[Information supplied — start]
"use client";
// One incident as history keeps it: its alerts with their lifetimes and the origin ranking from
// when the most components fired.
import Link from "next/link";
import type { ReactNode } from "react";
import useSWR from "swr";
import { Badge } from "@/components/ui/Badge";
import { Card, Stat } from "@/components/ui/Card";
import { Notice } from "@/components/ui/Notice";
import { dateTime, safeHref } from "@/components/ui/format";
import { fetchJson, type ApiError } from "@/lib/client/fetcher";
import type { IncidentDetailResponse } from "@/lib/incidents/types";
import { lift } from "@/lib/incidents/view";

export function IncidentDetail({ env, number }: { env: string; number: number }) {
  const detail = useSWR<IncidentDetailResponse, ApiError>(`/api/v1/environments/${env}/incidents/${number}`, fetchJson, { refreshInterval: 30_000 });
  const d = detail.data;
  const r = d?.incident.ranking;
  const link = (k: string) => (
    <Link key={k} href={`/environments/${env}/components/${encodeURIComponent(k)}`} className="font-mono text-ink hover:text-brass">
      {k}
    </Link>
  );
  return (
    <div className="space-y-4">
      <div>
        <p className="text-sm">
          <Link href={`/environments/${env}/incidents`} className="text-brass hover:underline">
            ← Incidents
          </Link>
        </p>
        <h1 className="text-2xl font-semibold tracking-tight">Incident #{number}</h1>
        {d && (
          <p className="mt-1 text-sm text-muted" data-testid="incident-times">
            Opened {dateTime(d.incident.openedAt)} · {d.incident.resolvedAt ? `resolved ${dateTime(d.incident.resolvedAt)}${d.incident.resolvedBy ? ` (${d.incident.resolvedBy})` : ""}` : "still open"}
          </p>
        )}
      </div>
      <Notice tone="caution" title="A probability, not a diagnosis">
        {d?.caution ?? "The probable origin is a probability read from the declared dependency graph, not a diagnosis."}
      </Notice>
      {detail.error && (
        <Notice tone="error" title={detail.error.status === 404 ? "No such incident" : "Could not load the incident"}>
          {detail.error.message}
        </Notice>
      )}
      {d && (
        <>
          {d.incident.status === "open" && (
            <Notice title="This incident is still open">
              The live screen follows it: <Link href={`/environments/${env}/incidents`} className="text-brass hover:underline">Incidents</Link>.
            </Notice>
          )}
          <div className="grid grid-cols-2 gap-3 md:grid-cols-4">
            <Stat label="Alerts" value={d.incident.alertCount} />
            <Stat label="Peak firing" value={d.incident.peakFiring} hint="components at once" />
            <Stat label="Explained" value={r ? `${r.explainedCount} of ${r.firing.length}` : "—"} hint="by the probable origin(s) at the peak" />
            <Stat label="Predicted down" value={r?.predicted.down ?? "—"} hint="beyond what fired" />
          </div>
          {r && (
            <div className="grid gap-4 lg:grid-cols-2">
              <Card title="Origin ranking at the peak">
                <div className="space-y-2 text-sm" data-testid="stored-ranking">
                  <p className="text-xs text-muted">
                    Computed {dateTime(r.computedAt)} on snapshot {r.snapshot ? `#${r.snapshot.number} (pushed ${dateTime(r.snapshot.createdAt)})` : "none"}.
                  </p>
                  {r.origins.length === 0 && <p className="text-muted">No firing component&apos;s failure explained another one.</p>}
                  <ol className="space-y-1">
                    {r.origins.map((o) => (
                      <li key={o.key}>
                        {link(o.key)} <span className="text-muted">explains {o.explains} of {r.firing.length}{o.degraded ? ` (${o.degraded} only as degraded)` : ""}</span>
                      </li>
                    ))}
                  </ol>
                  {r.unexplained.length > 0 && <p className="text-muted">Not explained by anything firing: {r.unexplained.map(link).reduce<ReactNode[]>((a, x, i) => (i ? [...a, ", ", x] : [x]), [])}</p>}
                  {r.silent.length > 0 && (
                    <p className="text-muted">
                      Silent suspects: {r.silent.map((s) => `${s.kind === "zone" ? "zone " : ""}${s.key} (explains ${s.explains})`).join(", ")}
                    </p>
                  )}
                  {r.unknownAlerts.length > 0 && <p className="text-degraded">Alerts naming no known component: {r.unknownAlerts.map((u) => `${u.value ?? "no component label"} (${u.alerts})`).join(", ")}</p>}
                </div>
              </Card>
              <Card title="Walk along needs at the peak (personalised PageRank)">
                <ol className="space-y-1 text-sm">
                  {r.pagerank.map((p) => (
                    <li key={p.key} className="flex items-center gap-2">
                      {link(p.key)}
                      {!p.firing && <Badge tone="info">not alerting</Badge>}
                      <span className="ml-auto font-mono text-xs text-faint">{p.usual > 0 ? `${lift(p)} usual` : ""}</span>
                      <span className="w-14 text-right font-mono tabular-nums text-muted">{p.score.toFixed(3)}</span>
                    </li>
                  ))}
                </ol>
              </Card>
            </div>
          )}
          <Card title="Alerts and their lifetimes">
            <div className="overflow-x-auto">
              <table className="w-full text-left text-sm" data-testid="incident-alerts">
                <thead className="text-xs uppercase tracking-wide text-faint">
                  <tr>
                    <th className="py-2 pr-4 font-medium">Component</th>
                    <th className="py-2 pr-4 font-medium">Alert</th>
                    <th className="py-2 pr-4 font-medium">Severity</th>
                    <th className="py-2 pr-4 font-medium">Started</th>
                    <th className="py-2 pr-4 font-medium">Ended</th>
                  </tr>
                </thead>
                <tbody className="divide-y divide-line">
                  {d.alerts.map((a) => {
                    const href = a.link ? safeHref(a.link) : null;
                    return (
                      <tr key={a.id}>
                        <td className="py-1.5 pr-4">{a.component ? link(a.component) : <Badge tone="degraded">unknown: {a.named?.value ?? "no label"}</Badge>}</td>
                        <td className="py-1.5 pr-4">{href ? <a href={href} className="text-info hover:underline" target="_blank" rel="noreferrer">{a.name ?? a.summary ?? a.fingerprint}</a> : (a.name ?? a.summary ?? a.fingerprint)}</td>
                        <td className="py-1.5 pr-4">{a.severity ?? "—"}</td>
                        <td className="py-1.5 pr-4 font-mono text-xs">{dateTime(a.startsAt)}</td>
                        <td className="py-1.5 pr-4 font-mono text-xs">{a.endsAt ? dateTime(a.endsAt) : <Badge tone="down">firing</Badge>}</td>
                      </tr>
                    );
                  })}
                </tbody>
              </table>
            </div>
          </Card>
        </>
      )}
    </div>
  );
}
[Information supplied — finish]
Whole listing, every line: reproduce it exactly.

Task solution:
"use client";
// One incident as history keeps it: its alerts with their lifetimes and the origin ranking from
// when the most components fired.
import Link from "next/link";
import type { ReactNode } from "react";
import useSWR from "swr";
import { Badge } from "@/components/ui/Badge";
import { Card, Stat } from "@/components/ui/Card";
import { Notice } from "@/components/ui/Notice";
import { dateTime, safeHref } from "@/components/ui/format";
import { fetchJson, type ApiError } from "@/lib/client/fetcher";
import type { IncidentDetailResponse } from "@/lib/incidents/types";
import { lift } from "@/lib/incidents/view";

export function IncidentDetail({ env, number }: { env: string; number: number }) {
  const detail = useSWR<IncidentDetailResponse, ApiError>(`/api/v1/environments/${env}/incidents/${number}`, fetchJson, { refreshInterval: 30_000 });
  const d = detail.data;
  const r = d?.incident.ranking;
  const link = (k: string) => (
    <Link key={k} href={`/environments/${env}/components/${encodeURIComponent(k)}`} className="font-mono text-ink hover:text-brass">
      {k}
    </Link>
  );
  return (
    <div className="space-y-4">
      <div>
        <p className="text-sm">
          <Link href={`/environments/${env}/incidents`} className="text-brass hover:underline">
            ← Incidents
          </Link>
        </p>
        <h1 className="text-2xl font-semibold tracking-tight">Incident #{number}</h1>
        {d && (
          <p className="mt-1 text-sm text-muted" data-testid="incident-times">
            Opened {dateTime(d.incident.openedAt)} · {d.incident.resolvedAt ? `resolved ${dateTime(d.incident.resolvedAt)}${d.incident.resolvedBy ? ` (${d.incident.resolvedBy})` : ""}` : "still open"}
          </p>
        )}
      </div>
      <Notice tone="caution" title="A probability, not a diagnosis">
        {d?.caution ?? "The probable origin is a probability read from the declared dependency graph, not a diagnosis."}
      </Notice>
      {detail.error && (
        <Notice tone="error" title={detail.error.status === 404 ? "No such incident" : "Could not load the incident"}>
          {detail.error.message}
        </Notice>
      )}
      {d && (
        <>
          {d.incident.status === "open" && (
            <Notice title="This incident is still open">
              The live screen follows it: <Link href={`/environments/${env}/incidents`} className="text-brass hover:underline">Incidents</Link>.
            </Notice>
          )}
          <div className="grid grid-cols-2 gap-3 md:grid-cols-4">
            <Stat label="Alerts" value={d.incident.alertCount} />
            <Stat label="Peak firing" value={d.incident.peakFiring} hint="components at once" />
            <Stat label="Explained" value={r ? `${r.explainedCount} of ${r.firing.length}` : "—"} hint="by the probable origin(s) at the peak" />
            <Stat label="Predicted down" value={r?.predicted.down ?? "—"} hint="beyond what fired" />
          </div>
          {r && (
            <div className="grid gap-4 lg:grid-cols-2">
              <Card title="Origin ranking at the peak">
                <div className="space-y-2 text-sm" data-testid="stored-ranking">
                  <p className="text-xs text-muted">
                    Computed {dateTime(r.computedAt)} on snapshot {r.snapshot ? `#${r.snapshot.number} (pushed ${dateTime(r.snapshot.createdAt)})` : "none"}.
                  </p>
                  {r.origins.length === 0 && <p className="text-muted">No firing component&apos;s failure explained another one.</p>}
                  <ol className="space-y-1">
                    {r.origins.map((o) => (
                      <li key={o.key}>
                        {link(o.key)} <span className="text-muted">explains {o.explains} of {r.firing.length}{o.degraded ? ` (${o.degraded} only as degraded)` : ""}</span>
                      </li>
                    ))}
                  </ol>
                  {r.unexplained.length > 0 && <p className="text-muted">Not explained by anything firing: {r.unexplained.map(link).reduce<ReactNode[]>((a, x, i) => (i ? [...a, ", ", x] : [x]), [])}</p>}
                  {r.silent.length > 0 && (
                    <p className="text-muted">
                      Silent suspects: {r.silent.map((s) => `${s.kind === "zone" ? "zone " : ""}${s.key} (explains ${s.explains})`).join(", ")}
                    </p>
                  )}
                  {r.unknownAlerts.length > 0 && <p className="text-degraded">Alerts naming no known component: {r.unknownAlerts.map((u) => `${u.value ?? "no component label"} (${u.alerts})`).join(", ")}</p>}
                </div>
              </Card>
              <Card title="Walk along needs at the peak (personalised PageRank)">
                <ol className="space-y-1 text-sm">
                  {r.pagerank.map((p) => (
                    <li key={p.key} className="flex items-center gap-2">
                      {link(p.key)}
                      {!p.firing && <Badge tone="info">not alerting</Badge>}
                      <span className="ml-auto font-mono text-xs text-faint">{p.usual > 0 ? `${lift(p)} usual` : ""}</span>
                      <span className="w-14 text-right font-mono tabular-nums text-muted">{p.score.toFixed(3)}</span>
                    </li>
                  ))}
                </ol>
              </Card>
            </div>
          )}
          <Card title="Alerts and their lifetimes">
            <div className="overflow-x-auto">
              <table className="w-full text-left text-sm" data-testid="incident-alerts">
                <thead className="text-xs uppercase tracking-wide text-faint">
                  <tr>
                    <th className="py-2 pr-4 font-medium">Component</th>
                    <th className="py-2 pr-4 font-medium">Alert</th>
                    <th className="py-2 pr-4 font-medium">Severity</th>
                    <th className="py-2 pr-4 font-medium">Started</th>
                    <th className="py-2 pr-4 font-medium">Ended</th>
                  </tr>
                </thead>
                <tbody className="divide-y divide-line">
                  {d.alerts.map((a) => {
                    const href = a.link ? safeHref(a.link) : null;
                    return (
                      <tr key={a.id}>
                        <td className="py-1.5 pr-4">{a.component ? link(a.component) : <Badge tone="degraded">unknown: {a.named?.value ?? "no label"}</Badge>}</td>
                        <td className="py-1.5 pr-4">{href ? <a href={href} className="text-info hover:underline" target="_blank" rel="noreferrer">{a.name ?? a.summary ?? a.fingerprint}</a> : (a.name ?? a.summary ?? a.fingerprint)}</td>
                        <td className="py-1.5 pr-4">{a.severity ?? "—"}</td>
                        <td className="py-1.5 pr-4 font-mono text-xs">{dateTime(a.startsAt)}</td>
                        <td className="py-1.5 pr-4 font-mono text-xs">{a.endsAt ? dateTime(a.endsAt) : <Badge tone="down">firing</Badge>}</td>
                      </tr>
                    );
                  })}
                </tbody>
              </table>
            </div>
          </Card>
        </>
      )}
    </div>
  );
}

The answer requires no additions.